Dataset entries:
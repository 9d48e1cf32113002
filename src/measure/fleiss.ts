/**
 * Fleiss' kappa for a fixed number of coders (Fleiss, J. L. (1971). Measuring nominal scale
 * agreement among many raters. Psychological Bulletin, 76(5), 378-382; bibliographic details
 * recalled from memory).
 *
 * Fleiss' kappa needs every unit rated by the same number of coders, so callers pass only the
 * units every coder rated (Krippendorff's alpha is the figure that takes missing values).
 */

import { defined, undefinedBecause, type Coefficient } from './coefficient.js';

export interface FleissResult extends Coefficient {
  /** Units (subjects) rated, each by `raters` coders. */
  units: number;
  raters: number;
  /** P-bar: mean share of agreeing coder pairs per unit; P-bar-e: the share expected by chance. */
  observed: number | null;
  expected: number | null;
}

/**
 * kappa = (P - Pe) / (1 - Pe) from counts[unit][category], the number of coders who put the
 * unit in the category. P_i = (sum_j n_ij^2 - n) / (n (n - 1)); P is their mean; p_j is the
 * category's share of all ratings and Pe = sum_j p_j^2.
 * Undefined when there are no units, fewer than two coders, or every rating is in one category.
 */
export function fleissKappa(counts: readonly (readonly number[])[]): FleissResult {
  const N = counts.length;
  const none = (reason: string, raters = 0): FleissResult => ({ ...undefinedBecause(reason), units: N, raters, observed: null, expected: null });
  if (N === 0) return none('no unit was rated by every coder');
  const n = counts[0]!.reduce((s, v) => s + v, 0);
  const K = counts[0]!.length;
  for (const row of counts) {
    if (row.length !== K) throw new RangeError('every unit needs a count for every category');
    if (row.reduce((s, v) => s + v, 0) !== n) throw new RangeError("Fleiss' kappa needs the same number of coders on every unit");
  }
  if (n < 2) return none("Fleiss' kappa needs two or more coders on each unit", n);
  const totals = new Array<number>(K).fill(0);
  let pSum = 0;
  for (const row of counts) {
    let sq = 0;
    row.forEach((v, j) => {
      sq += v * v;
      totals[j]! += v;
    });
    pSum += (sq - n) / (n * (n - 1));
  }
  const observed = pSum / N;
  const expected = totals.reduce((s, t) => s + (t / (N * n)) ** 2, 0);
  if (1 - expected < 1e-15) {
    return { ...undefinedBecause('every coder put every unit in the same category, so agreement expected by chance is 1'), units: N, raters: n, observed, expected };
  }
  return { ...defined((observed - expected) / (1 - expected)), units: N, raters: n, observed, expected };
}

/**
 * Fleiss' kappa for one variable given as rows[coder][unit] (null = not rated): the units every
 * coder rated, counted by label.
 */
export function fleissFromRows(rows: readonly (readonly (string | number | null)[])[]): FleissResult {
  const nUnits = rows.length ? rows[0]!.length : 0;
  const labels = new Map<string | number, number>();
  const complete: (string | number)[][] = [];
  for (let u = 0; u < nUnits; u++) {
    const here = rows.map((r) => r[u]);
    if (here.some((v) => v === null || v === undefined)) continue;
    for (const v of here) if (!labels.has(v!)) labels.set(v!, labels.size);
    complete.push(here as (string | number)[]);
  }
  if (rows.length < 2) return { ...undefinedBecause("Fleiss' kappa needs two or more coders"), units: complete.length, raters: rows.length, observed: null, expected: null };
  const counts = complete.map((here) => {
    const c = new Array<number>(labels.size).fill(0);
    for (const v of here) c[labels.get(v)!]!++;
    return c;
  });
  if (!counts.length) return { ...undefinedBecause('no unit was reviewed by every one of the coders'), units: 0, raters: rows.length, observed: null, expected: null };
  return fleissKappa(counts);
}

WHAT YOU WILL DO -
Every record should be output precisely as it was given.

RESPONSE TO THIS EXERCISE -
repository 9d48e1cf32113002
filename src/measure/fleiss.ts
/**
 * Fleiss' kappa for a fixed number of coders (Fleiss, J. L. (1971). Measuring nominal scale
 * agreement among many raters. Psychological Bulletin, 76(5), 378-382; bibliographic details
 * recalled from memory).
 *
 * Fleiss' kappa needs every unit rated by the same number of coders, so callers pass only the
 * units every coder rated (Krippendorff's alpha is the figure that takes missing values).
 */

import { defined, undefinedBecause, type Coefficient } from './coefficient.js';

export interface FleissResult extends Coefficient {
  /** Units (subjects) rated, each by `raters` coders. */
  units: number;
  raters: number;
  /** P-bar: mean share of agreeing coder pairs per unit; P-bar-e: the share expected by chance. */
  observed: number | null;
  expected: number | null;
}

/**
 * kappa = (P - Pe) / (1 - Pe) from counts[unit][category], the number of coders who put the
 * unit in the category. P_i = (sum_j n_ij^2 - n) / (n (n - 1)); P is their mean; p_j is the
 * category's share of all ratings and Pe = sum_j p_j^2.
 * Undefined when there are no units, fewer than two coders, or every rating is in one category.
 */
export function fleissKappa(counts: readonly (readonly number[])[]): FleissResult {
  const N = counts.length;
  const none = (reason: string, raters = 0): FleissResult => ({ ...undefinedBecause(reason), units: N, raters, observed: null, expected: null });
  if (N === 0) return none('no unit was rated by every coder');
  const n = counts[0]!.reduce((s, v) => s + v, 0);
  const K = counts[0]!.length;
  for (const row of counts) {
    if (row.length !== K) throw new RangeError('every unit needs a count for every category');
    if (row.reduce((s, v) => s + v, 0) !== n) throw new RangeError("Fleiss' kappa needs the same number of coders on every unit");
  }
  if (n < 2) return none("Fleiss' kappa needs two or more coders on each unit", n);
  const totals = new Array<number>(K).fill(0);
  let pSum = 0;
  for (const row of counts) {
    let sq = 0;
    row.forEach((v, j) => {
      sq += v * v;
      totals[j]! += v;
    });
    pSum += (sq - n) / (n * (n - 1));
  }
  const observed = pSum / N;
  const expected = totals.reduce((s, t) => s + (t / (N * n)) ** 2, 0);
  if (1 - expected < 1e-15) {
    return { ...undefinedBecause('every coder put every unit in the same category, so agreement expected by chance is 1'), units: N, raters: n, observed, expected };
  }
  return { ...defined((observed - expected) / (1 - expected)), units: N, raters: n, observed, expected };
}

/**
 * Fleiss' kappa for one variable given as rows[coder][unit] (null = not rated): the units every
 * coder rated, counted by label.
 */
export function fleissFromRows(rows: readonly (readonly (string | number | null)[])[]): FleissResult {
  const nUnits = rows.length ? rows[0]!.length : 0;
  const labels = new Map<string | number, number>();
  const complete: (string | number)[][] = [];
  for (let u = 0; u < nUnits; u++) {
    const here = rows.map((r) => r[u]);
    if (here.some((v) => v === null || v === undefined)) continue;
    for (const v of here) if (!labels.has(v!)) labels.set(v!, labels.size);
    complete.push(here as (string | number)[]);
  }
  if (rows.length < 2) return { ...undefinedBecause("Fleiss' kappa needs two or more coders"), units: complete.length, raters: rows.length, observed: null, expected: null };
  const counts = complete.map((here) => {
    const c = new Array<number>(labels.size).fill(0);
    for (const v of here) c[labels.get(v)!]!++;
    return c;
  });
  if (!counts.length) return { ...undefinedBecause('no unit was reviewed by every one of the coders'), units: 0, raters: rows.length, observed: null, expected: null };
  return fleissKappa(counts);
}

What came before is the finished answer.